» **TASK DETAILS**
All entries given below are to be returned word for word.

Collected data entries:

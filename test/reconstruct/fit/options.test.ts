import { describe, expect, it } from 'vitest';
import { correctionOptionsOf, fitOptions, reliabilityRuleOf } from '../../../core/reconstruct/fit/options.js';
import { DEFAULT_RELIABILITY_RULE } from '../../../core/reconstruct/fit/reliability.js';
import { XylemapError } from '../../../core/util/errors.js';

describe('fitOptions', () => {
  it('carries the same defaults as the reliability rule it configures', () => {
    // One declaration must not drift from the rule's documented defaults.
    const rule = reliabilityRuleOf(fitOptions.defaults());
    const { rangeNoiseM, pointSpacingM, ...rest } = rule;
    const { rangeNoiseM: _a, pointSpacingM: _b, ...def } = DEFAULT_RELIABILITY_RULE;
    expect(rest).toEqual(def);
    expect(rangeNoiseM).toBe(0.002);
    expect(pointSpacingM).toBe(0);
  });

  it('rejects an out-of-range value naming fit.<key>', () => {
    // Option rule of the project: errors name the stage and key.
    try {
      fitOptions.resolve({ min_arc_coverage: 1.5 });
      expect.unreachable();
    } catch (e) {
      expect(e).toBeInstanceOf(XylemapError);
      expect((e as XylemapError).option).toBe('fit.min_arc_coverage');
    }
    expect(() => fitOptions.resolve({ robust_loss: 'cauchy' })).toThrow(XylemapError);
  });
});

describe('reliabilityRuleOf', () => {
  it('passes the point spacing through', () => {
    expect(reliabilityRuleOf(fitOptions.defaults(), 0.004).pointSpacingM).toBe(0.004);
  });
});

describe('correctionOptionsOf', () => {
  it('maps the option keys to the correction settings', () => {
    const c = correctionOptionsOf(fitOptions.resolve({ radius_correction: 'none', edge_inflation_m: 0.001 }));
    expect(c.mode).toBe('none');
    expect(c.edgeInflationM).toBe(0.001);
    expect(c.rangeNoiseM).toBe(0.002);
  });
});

» **RESPONSE AREA**
filename test/reconstruct/fit/options.test.ts
import { describe, expect, it } from 'vitest';
import { correctionOptionsOf, fitOptions, reliabilityRuleOf } from '../../../core/reconstruct/fit/options.js';
import { DEFAULT_RELIABILITY_RULE } from '../../../core/reconstruct/fit/reliability.js';
import { XylemapError } from '../../../core/util/errors.js';

describe('fitOptions', () => {
  it('carries the same defaults as the reliability rule it configures', () => {
    // One declaration must not drift from the rule's documented defaults.
    const rule = reliabilityRuleOf(fitOptions.defaults());
    const { rangeNoiseM, pointSpacingM, ...rest } = rule;
    const { rangeNoiseM: _a, pointSpacingM: _b, ...def } = DEFAULT_RELIABILITY_RULE;
    expect(rest).toEqual(def);
    expect(rangeNoiseM).toBe(0.002);
    expect(pointSpacingM).toBe(0);
  });

  it('rejects an out-of-range value naming fit.<key>', () => {
    // Option rule of the project: errors name the stage and key.
    try {
      fitOptions.resolve({ min_arc_coverage: 1.5 });
      expect.unreachable();
    } catch (e) {
      expect(e).toBeInstanceOf(XylemapError);
      expect((e as XylemapError).option).toBe('fit.min_arc_coverage');
    }
    expect(() => fitOptions.resolve({ robust_loss: 'cauchy' })).toThrow(XylemapError);
  });
});

describe('reliabilityRuleOf', () => {
  it('passes the point spacing through', () => {
    expect(reliabilityRuleOf(fitOptions.defaults(), 0.004).pointSpacingM).toBe(0.004);
  });
});

describe('correctionOptionsOf', () => {
  it('maps the option keys to the correction settings', () => {
    const c = correctionOptionsOf(fitOptions.resolve({ radius_correction: 'none', edge_inflation_m: 0.001 }));
    expect(c.mode).toBe('none');
    expect(c.edgeInflationM).toBe(0.001);
    expect(c.rangeNoiseM).toBe(0.002);
  });
});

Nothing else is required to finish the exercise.